SOURCE DATA:
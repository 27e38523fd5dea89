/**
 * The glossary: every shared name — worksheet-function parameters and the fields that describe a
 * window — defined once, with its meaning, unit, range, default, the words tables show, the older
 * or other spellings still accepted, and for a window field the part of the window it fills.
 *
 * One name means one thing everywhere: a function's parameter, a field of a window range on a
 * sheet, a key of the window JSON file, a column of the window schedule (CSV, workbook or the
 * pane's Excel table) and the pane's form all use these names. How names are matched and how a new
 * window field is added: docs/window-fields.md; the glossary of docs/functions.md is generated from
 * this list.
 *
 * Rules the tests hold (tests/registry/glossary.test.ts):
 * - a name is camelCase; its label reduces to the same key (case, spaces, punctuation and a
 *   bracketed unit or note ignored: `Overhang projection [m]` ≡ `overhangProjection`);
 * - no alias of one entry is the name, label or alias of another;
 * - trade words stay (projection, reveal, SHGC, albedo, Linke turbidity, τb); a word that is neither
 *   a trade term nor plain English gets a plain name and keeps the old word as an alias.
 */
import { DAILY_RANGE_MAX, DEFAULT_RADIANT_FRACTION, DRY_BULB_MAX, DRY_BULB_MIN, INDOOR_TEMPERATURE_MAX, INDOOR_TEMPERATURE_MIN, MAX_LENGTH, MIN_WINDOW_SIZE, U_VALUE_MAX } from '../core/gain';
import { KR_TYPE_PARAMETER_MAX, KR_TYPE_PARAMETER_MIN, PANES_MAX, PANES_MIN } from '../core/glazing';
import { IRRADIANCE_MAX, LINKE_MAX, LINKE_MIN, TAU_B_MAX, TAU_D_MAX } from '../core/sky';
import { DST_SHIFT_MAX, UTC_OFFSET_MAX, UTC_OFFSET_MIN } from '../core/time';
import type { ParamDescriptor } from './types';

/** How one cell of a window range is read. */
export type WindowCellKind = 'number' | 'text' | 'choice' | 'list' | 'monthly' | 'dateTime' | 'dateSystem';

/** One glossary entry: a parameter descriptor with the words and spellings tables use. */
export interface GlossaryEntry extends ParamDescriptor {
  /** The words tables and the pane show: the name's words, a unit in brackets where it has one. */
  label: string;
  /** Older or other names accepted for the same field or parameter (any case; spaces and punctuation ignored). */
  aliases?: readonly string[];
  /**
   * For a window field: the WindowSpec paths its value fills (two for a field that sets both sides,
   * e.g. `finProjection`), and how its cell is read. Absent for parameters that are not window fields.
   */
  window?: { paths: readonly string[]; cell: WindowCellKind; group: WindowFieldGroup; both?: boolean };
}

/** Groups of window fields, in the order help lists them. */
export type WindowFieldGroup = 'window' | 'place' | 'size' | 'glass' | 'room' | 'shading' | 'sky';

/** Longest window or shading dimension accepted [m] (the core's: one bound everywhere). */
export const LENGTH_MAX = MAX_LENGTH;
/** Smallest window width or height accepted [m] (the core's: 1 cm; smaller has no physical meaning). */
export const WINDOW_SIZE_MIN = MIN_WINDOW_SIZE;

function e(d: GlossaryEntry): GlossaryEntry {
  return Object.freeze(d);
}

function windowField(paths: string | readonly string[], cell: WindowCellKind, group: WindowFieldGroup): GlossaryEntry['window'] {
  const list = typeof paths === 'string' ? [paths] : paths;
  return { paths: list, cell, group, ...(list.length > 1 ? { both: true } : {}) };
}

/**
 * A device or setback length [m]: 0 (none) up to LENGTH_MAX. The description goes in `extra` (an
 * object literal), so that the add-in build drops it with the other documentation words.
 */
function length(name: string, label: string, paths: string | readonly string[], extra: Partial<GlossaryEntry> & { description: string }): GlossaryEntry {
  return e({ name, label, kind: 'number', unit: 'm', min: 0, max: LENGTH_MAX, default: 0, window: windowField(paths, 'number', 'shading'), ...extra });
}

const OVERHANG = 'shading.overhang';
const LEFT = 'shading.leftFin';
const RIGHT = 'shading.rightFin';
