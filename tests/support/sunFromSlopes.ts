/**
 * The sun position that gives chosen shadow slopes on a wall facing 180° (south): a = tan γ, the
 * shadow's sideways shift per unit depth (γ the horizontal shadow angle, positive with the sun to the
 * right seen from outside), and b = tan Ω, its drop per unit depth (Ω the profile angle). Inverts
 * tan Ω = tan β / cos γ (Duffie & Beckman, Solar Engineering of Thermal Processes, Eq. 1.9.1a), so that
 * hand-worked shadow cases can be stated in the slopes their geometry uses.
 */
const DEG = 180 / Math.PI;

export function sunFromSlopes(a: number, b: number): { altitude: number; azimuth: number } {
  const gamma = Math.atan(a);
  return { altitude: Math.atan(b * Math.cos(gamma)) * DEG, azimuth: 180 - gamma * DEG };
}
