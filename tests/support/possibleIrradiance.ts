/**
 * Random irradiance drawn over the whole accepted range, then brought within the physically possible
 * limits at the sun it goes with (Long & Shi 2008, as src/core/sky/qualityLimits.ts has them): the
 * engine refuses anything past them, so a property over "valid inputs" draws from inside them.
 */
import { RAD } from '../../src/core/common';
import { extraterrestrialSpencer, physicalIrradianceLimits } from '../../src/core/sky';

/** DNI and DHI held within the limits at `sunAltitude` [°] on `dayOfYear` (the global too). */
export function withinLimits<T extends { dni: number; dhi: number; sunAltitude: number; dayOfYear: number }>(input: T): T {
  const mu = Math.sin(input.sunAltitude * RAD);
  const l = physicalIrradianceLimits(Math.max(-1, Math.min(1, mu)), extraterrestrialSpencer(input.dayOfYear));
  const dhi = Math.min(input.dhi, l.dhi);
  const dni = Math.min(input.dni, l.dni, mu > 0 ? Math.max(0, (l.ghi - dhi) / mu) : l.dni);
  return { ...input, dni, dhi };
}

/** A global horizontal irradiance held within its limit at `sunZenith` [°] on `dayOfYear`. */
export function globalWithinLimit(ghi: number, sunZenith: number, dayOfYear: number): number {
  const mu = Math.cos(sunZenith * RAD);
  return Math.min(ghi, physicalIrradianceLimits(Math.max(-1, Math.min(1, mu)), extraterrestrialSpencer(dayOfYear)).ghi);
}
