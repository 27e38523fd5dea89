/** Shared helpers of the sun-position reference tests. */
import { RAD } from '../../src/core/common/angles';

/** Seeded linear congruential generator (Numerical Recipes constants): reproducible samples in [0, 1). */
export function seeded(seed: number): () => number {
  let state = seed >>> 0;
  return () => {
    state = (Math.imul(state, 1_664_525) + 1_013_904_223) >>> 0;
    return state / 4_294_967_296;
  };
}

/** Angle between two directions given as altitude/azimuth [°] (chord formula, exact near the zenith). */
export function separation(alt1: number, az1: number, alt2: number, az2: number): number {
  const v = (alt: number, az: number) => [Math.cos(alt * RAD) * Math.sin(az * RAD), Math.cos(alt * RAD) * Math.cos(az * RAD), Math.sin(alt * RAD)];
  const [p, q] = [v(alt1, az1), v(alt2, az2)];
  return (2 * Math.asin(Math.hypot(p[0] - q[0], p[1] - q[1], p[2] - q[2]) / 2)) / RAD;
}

EXERCISE OBJECTIVE:
In the listing above, start at the line with "profile angle). Inverts", go on through the line with "A global horizontal", and copy each of those lines exactly; leave out all the rest.

SOLVED PROBLEM:
 * right seen from outside), and b = tan Ω, its drop per unit depth (Ω the profile angle). Inverts
 * tan Ω = tan β / cos γ (Duffie & Beckman, Solar Engineering of Thermal Processes, Eq. 1.9.1a), so that
 * hand-worked shadow cases can be stated in the slopes their geometry uses.
 */
const DEG = 180 / Math.PI;

export function sunFromSlopes(a: number, b: number): { altitude: number; azimuth: number } {
  const gamma = Math.atan(a);
  return { altitude: Math.atan(b * Math.cos(gamma)) * DEG, azimuth: 180 - gamma * DEG };
}
filename tests/support/possibleIrradiance.ts
/**
 * Random irradiance drawn over the whole accepted range, then brought within the physically possible
 * limits at the sun it goes with (Long & Shi 2008, as src/core/sky/qualityLimits.ts has them): the
 * engine refuses anything past them, so a property over "valid inputs" draws from inside them.
 */
import { RAD } from '../../src/core/common';
import { extraterrestrialSpencer, physicalIrradianceLimits } from '../../src/core/sky';

/** DNI and DHI held within the limits at `sunAltitude` [°] on `dayOfYear` (the global too). */
export function withinLimits<T extends { dni: number; dhi: number; sunAltitude: number; dayOfYear: number }>(input: T): T {
  const mu = Math.sin(input.sunAltitude * RAD);
  const l = physicalIrradianceLimits(Math.max(-1, Math.min(1, mu)), extraterrestrialSpencer(input.dayOfYear));
  const dhi = Math.min(input.dhi, l.dhi);
  const dni = Math.min(input.dni, l.dni, mu > 0 ? Math.max(0, (l.ghi - dhi) / mu) : l.dni);
  return { ...input, dni, dhi };
}

/** A global horizontal irradiance held within its limit at `sunZenith` [°] on `dayOfYear`. */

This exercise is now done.